I am having a main bash script running several other bash scripts and hql files. The hql files have hive queries. The hive queries have a where clause and it is on the date field. I am trying to automate a process and I need the where clause to change based on todays date ( which is obtained from the main bash script).
For example the .hql file looks like this:
This is selectrows.hql
DROP TABLE IF EXISTS tv.events_tmp;
CREATE TABLE tv.events_tmp
( origintime STRING,
deviceid STRING,
clienttype STRING,
loaddate STRING)
ROW FORMAT DELIMITED FIELDS TERMINATED BY '\u0001'
LINES TERMINATED BY '\n'
STORED AS TEXTFILE LOCATION 'hdfs://nameservice1/data/full/events_tmp';
INSERT INTO TABLE tv.events_tmp SELECT origintime, deviceid, clienttype, loaddate FROM tv.events_tmp WHERE origintime >= '2015-11-02 00:00:00' AND origintime < '2015-11-03 00:00:00';
Since today is 2015-11-11, i want to be able to pass the date - 9 days and date-8 days to the .hql script from the bash script. Is there a way to pass these two variable from the bash script to the .hql file.

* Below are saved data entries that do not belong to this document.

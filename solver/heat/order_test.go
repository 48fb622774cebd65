package heat

import (
	"context"
	"math"
	"testing"

	"keelfall/column"
)

// oneLayer is a rock of κ 1e-6 m²/s on n equal cells, the mesh kept; its temperature a
// straight line with a sine on it.
func oneLayer(t *testing.T, n int, k column.Conductivity, swing float64) *Evolution {
	const L = 100e3
	r := column.Rock{Density: column.Uniform(3000), HeatCapacity: 1000, Conductivity: k,
		Viscosity: column.Viscosity{Top: 1e21, Bottom: 1e21, Exponent: 1}}
	c := &column.Column{Gravity: 9.81, Surface: column.Surface{Temperature: 500}, Layers: []column.Layer{{Name: "a", Thickness: L, Rock: r}},
		Base: column.Base{Boundary: column.Rigid, HasTemperature: true, Temperature: 500}}
	start, err := Solve(c)
	if err != nil {
		t.Fatal(err)
	}
	ev, err := Begin(Plan{Column: c, Start: start, Points: n})
	if err != nil {
		t.Fatal(err)
	}
	ev.fixedMesh = true
	ev.cells = ev.cells[:0]
	d := L / float64(n)
	for i := range n {
		a, b := math.Pi*float64(i)/float64(n), math.Pi*float64(i+1)/float64(n)
		T := 500 + swing*(math.Cos(a)-math.Cos(b))/(b-a)
		ev.cells = append(ev.cells, cell{m: 3000 * d, T: T, e: 1000 * T})
	}
	ev.index()
	for i := range ev.cells {
		ev.touch(&ev.cells[i])
	}
	ev.press(false)
	return ev
}

// fixed advances by m equal steps.
func (ev *Evolution) fixed(t *testing.T, to float64, m int) {
	h := to / float64(m)
	ev.smooth = true
	for range m {
		ev.h = h
		if err := ev.prepare(h); err != nil {
			t.Fatal(err)
		}
		ev.setStreams(h)
		if _, err := ev.attempt(h); err != nil {
			t.Fatal(err)
		}
		ev.accept(h)
	}
}

// TestOrders: a decaying sine of constant conductivity, refined in space with small steps
// against exp(−π²κt/L²) (derived), and in time against the same cells with many steps.
func TestOrders(t *testing.T) {
	const L, kappa = 100e3, 1e-6
	const at = 0.1 * L * L / kappa
	middle := func(n, m int) float64 {
		ev := oneLayer(t, n, column.Conductivity{Reference: 3}, 300)
		ev.fixed(t, at, m)
		c := &ev.cells[n/3]
		return (c.T - 500) / 300
	}
	exact := func(n int) float64 {
		a, b := math.Pi*float64(n/3)/float64(n), math.Pi*float64(n/3+1)/float64(n)
		return (math.Cos(a) - math.Cos(b)) / (b - a) * math.Exp(-math.Pi*math.Pi*kappa/(L*L)*at)
	}
	var errs []float64
	for _, n := range []int{24, 48, 96} {
		errs = append(errs, math.Abs(middle(n, 800)-exact(n)))
	}
	report(t, "space", errs)
	errs = errs[:0]
	const n = 48
	own := middle(n, 1600)
	for _, m := range []int{10, 20, 40} {
		errs = append(errs, math.Abs(middle(n, m)-own))
	}
	report(t, "time", errs)
}

// TestOrdersNonlinear: conductivity that falls with temperature, stretching and erosion
// together, against the same with many steps: second order in time.
func TestOrdersNonlinear(t *testing.T) {
	run := func(m int) float64 {
		ev := oneLayer(t, 60, column.Conductivity{Reference: 3, PerKelvin: 1e-3, At: 300}, 300)
		ev.tolerance = 1e-6 // of the iteration
		ev.rate, ev.eroding = 3e-16, 2e-13
		ev.fixed(t, 3e14, m)
		return ev.cells[20].T
	}
	ref := run(2000)
	var errs []float64
	for _, m := range []int{25, 50, 100} {
		errs = append(errs, math.Abs(run(m)-ref))
	}
	report(t, "time, nonlinear", errs)
}

func report(t *testing.T, what string, errs []float64) {
	t.Helper()
	for i := 1; i < len(errs); i++ {
		order := math.Log2(errs[i-1] / errs[i])
		t.Logf("%s: error %.3g, then %.3g: order %.2f", what, errs[i-1], errs[i], order)
		if order < 1.85 || order > 2.3 {
			t.Errorf("%s: observed order %.2f, want 2", what, order)
		}
	}
}

// TestDamping: of a rate λ the method's step leaves R(z) with |R| → 0: a sawtooth on the
// finest cells is gone after a long step, where a method that is only A-stable keeps it.
func TestDamping(t *testing.T) {
	ev := oneLayer(t, 100, column.Conductivity{Reference: 3}, 0)
	for i := range ev.cells {
		ev.cells[i].T = 500 + 100*math.Pow(-1, float64(i))
		ev.cells[i].e = 1000 * ev.cells[i].T
	}
	ev.fresh = false
	ev.fixed(t, 1e16, 1)
	for i := range ev.cells {
		if d := math.Abs(ev.cells[i].T - 500); d > 0.1 {
			t.Fatalf("cell %d is %g K off", i, d)
		}
	}
}

// TestNoAllocation: steps do not allocate.
func TestNoAllocation(t *testing.T) {
	ev := oneLayer(t, 100, column.Conductivity{Reference: 3, PerKelvin: 1e-3}, 300)
	ev.fixedMesh = false
	if err := ev.Advance(context.Background(), 1e13); err != nil {
		t.Fatal(err)
	}
	if n := testing.AllocsPerRun(100, func() {
		if err := ev.step(1e12); err != nil {
			t.Fatal(err)
		}
	}); n > 0 {
		t.Errorf("%g allocations a step", n)
	}
}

So the main bash script looks like this:
#!/bin/bash
# today's date
prodate=`date +%Y-%m-%d`
echo $prodate
dateneeded=`date -d "$prodate - 8 days" +%Y-%m-%d`
echo $dateneeded
# CREATE temp table
beeline -u 'jdbc:hive2://datanode:10000/;principal=hive/datanode#HADOOP.INT.BELL.CA' -d org.apache.hive.jdbc.HiveDriver -f /home/automation/tv/selectrows.hql
echo "created table"
thanks in advance.
You can use beeline -e option to execute queries using strings. Then pass the date parameters to the strings.
#!/bin/bash
# today's date
prodate=`date +%Y-%m-%d`
echo $prodate
dateneeded8=`date -d "$prodate - 8 days" +%Y-%m-%d`
dateneeded9=`date -d "$prodate - 9 days" +%Y-%m-%d`
echo $dateneeded8
echo $dateneeded9
hql="
DROP TABLE IF EXISTS tv.events_tmp;
CREATE TABLE tv.events_tmp
( origintime STRING,
deviceid STRING,
clienttype STRING,
loaddate STRING)
ROW FORMAT DELIMITED FIELDS TERMINATED BY '\u0001'
LINES TERMINATED BY '\n'
STORED AS TEXTFILE LOCATION 'hdfs://nameservice1/data/full/events_tmp';
INSERT INTO TABLE tv.events_tmp SELECT origintime, deviceid, clienttype, loaddate FROM tv.events_tmp WHERE origintime >= '"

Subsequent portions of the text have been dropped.